/** `aislewright backup …`: output and exit codes (0 done, 1 damaged, 2 refused). */
import { existsSync, readdirSync, statSync, writeFileSync, readFileSync } from 'node:fs';
import { join } from 'node:path';
import { afterAll, beforeAll, describe, expect, it } from 'vitest';
import { memoryIo } from '../../../server/cli/io';
import { run as backup } from '../../../server/cli/commands/backup';
import { claimDatabase } from '../../../server/backups/sqlite-backup';
import type { Deps } from '../../../server/deps';
import { fileDeps, tempDir } from '../../helpers/file-app';

let dir: string;
let dbFile: string;
let deps: Deps;

beforeAll(async () => {
  dir = tempDir('cli');
  dbFile = join(dir, 'aislewright.sqlite');
  deps = await fileDeps(dbFile);
});
afterAll(() => deps.db.destroy());

async function cli(args: string[], env: NodeJS.ProcessEnv = { DATABASE_FILE: dbFile }) {
  const io = memoryIo();
  const code = await backup(args, io, env);
  return { code, out: io.stdout.join(''), err: io.stderr.join('') };
}

describe('aislewright backup create', () => {
  it('prints { file, bytes } for --out, and the file is private (0600)', async () => {
    const out = join(dir, 'manual.sqlite');
    const r = await cli(['create', '--out', out]);
    expect(r.code, r.err).toBe(0);
    expect(JSON.parse(r.out)).toEqual({ file: out, bytes: statSync(out).size });
    expect(statSync(out).mode & 0o777).toBe(0o600);
  });

  it('writes into BACKUP_DIR with a manifest when no --out is given', async () => {
    const bdir = join(dir, 'kept');
    const r = await cli(['create'], { DATABASE_FILE: dbFile, BACKUP_DIR: bdir });
    expect(r.code, r.err).toBe(0);
    const { file } = JSON.parse(r.out) as { file: string };
    expect(file.startsWith(bdir)).toBe(true);
    expect(JSON.parse(readFileSync(`${file}.json`, 'utf8'))).toMatchObject({ verified: true, trigger: 'cli' });
  });

  it('refuses on PostgreSQL with one line pointing to pg_dump (exit 2)', async () => {
    const r = await cli(['create'], { DATABASE_URL: 'postgres://x@localhost/aw' });
    expect(r.code).toBe(2);
    expect(r.err.trim().split('\n')).toHaveLength(1);
    expect(r.err).toContain('pg_dump');
  });
});

describe('aislewright backup verify', () => {
  it('prints the integrity result and row counts per table (exit 0)', async () => {
    const out = join(dir, 'good.sqlite');
    await cli(['create', '--out', out]);
    const r = await cli(['verify', out]);
    expect(r.code).toBe(0);
    const body = JSON.parse(r.out) as { ok: boolean; tables: Record<string, number> };
    expect(body.ok).toBe(true);
    expect(body.tables.users).toBe(
      await deps
        .db('users')
        .count({ n: '*' })
        .first()
        .then((x) => Number((x as { n: number }).n)),
    );
  });

  it('exits 1 for a damaged file (pages overwritten in the middle)', async () => {
    const out = join(dir, 'damaged.sqlite');
    await cli(['create', '--out', out]);
    const bytes = readFileSync(out);
    // Overwrite every page after the first two with noise: the schema survives, the b-trees do not.
    for (let i = 8192; i < bytes.length; i++) bytes[i] = (i * 31) & 0xff;
    writeFileSync(out, bytes);
    const r = await cli(['verify', out]);
    expect(r.code).toBe(1);
    expect(JSON.parse(r.out).ok).toBe(false);
    expect(r.err).toContain('damaged');
  });

  it('exits 1 for a file that is not a database', async () => {
    const out = join(dir, 'text.sqlite');
    writeFileSync(out, 'not a database at all');
    expect((await cli(['verify', out])).code).toBe(1);
  });
});

describe('aislewright backup restore', () => {
  it('refuses with exit 2 and one line while a server is using the database', async () => {
    const out = join(dir, 'r1.sqlite');
    await cli(['create', '--out', out]);
    const release = claimDatabase(dbFile);
    try {
      const r = await cli(['restore', out]);
      expect(r.code).toBe(2);
      expect(r.err.trim().split('\n')).toHaveLength(1);
      expect(r.err).toContain(`pid ${process.pid}`);
      expect(readdirSync(dir).some((f) => f.includes('.replaced-'))).toBe(false);
    } finally {
      release();
    }
  });

  it('ignores the claim of a server that is gone (dead pid)', async () => {
    const target = join(tempDir('cli-stale'), 'aislewright.sqlite');
    writeFileSync(`${target}.server`, JSON.stringify({ pid: 2 ** 22 + 12345 }));
    const out = join(dir, 'r2.sqlite');
    await cli(['create', '--out', out]);
    const r = await cli(['restore', out], { DATABASE_FILE: target });
    expect(r.code, r.err).toBe(0);
    expect(existsSync(target)).toBe(true);
  });

  it('refuses a damaged backup with exit 1 and leaves the database in place', async () => {
    const target = join(tempDir('cli-damaged'), 'aislewright.sqlite');
    const bad = join(dir, 'bad.sqlite');
    writeFileSync(bad, 'garbage');
    const r = await cli(['restore', bad], { DATABASE_FILE: target });
    expect(r.code).toBe(1);
    expect(existsSync(target)).toBe(false);
  });

  it('replaces the database and keeps the replaced file beside it, timestamped', async () => {
    const place = tempDir('cli-restore');
    const target = join(place, 'aislewright.sqlite');
    const out = join(dir, 'r3.sqlite');
    await cli(['create', '--out', out]);
    expect((await cli(['restore', out], { DATABASE_FILE: target })).code).toBe(0);
    const second = await cli(['restore', out], { DATABASE_FILE: target });
    expect(second.code, second.err).toBe(0);
    const body = JSON.parse(second.out) as { restored: string; replaced: string };
    expect(body.restored).toBe(target);
    expect(body.replaced).toMatch(/aislewright\.sqlite\.replaced-\d{8}-\d{6}$/);
    expect(existsSync(body.replaced)).toBe(true);
  });
});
==*==
◆ TASK REQUIREMENTS ◆
Scan the listing and report each line where the word "beforeAll" shows up.

◆ TASK ANSWER ◆
import { afterAll, beforeAll, describe, expect, it } from 'vitest';
beforeAll(async () => {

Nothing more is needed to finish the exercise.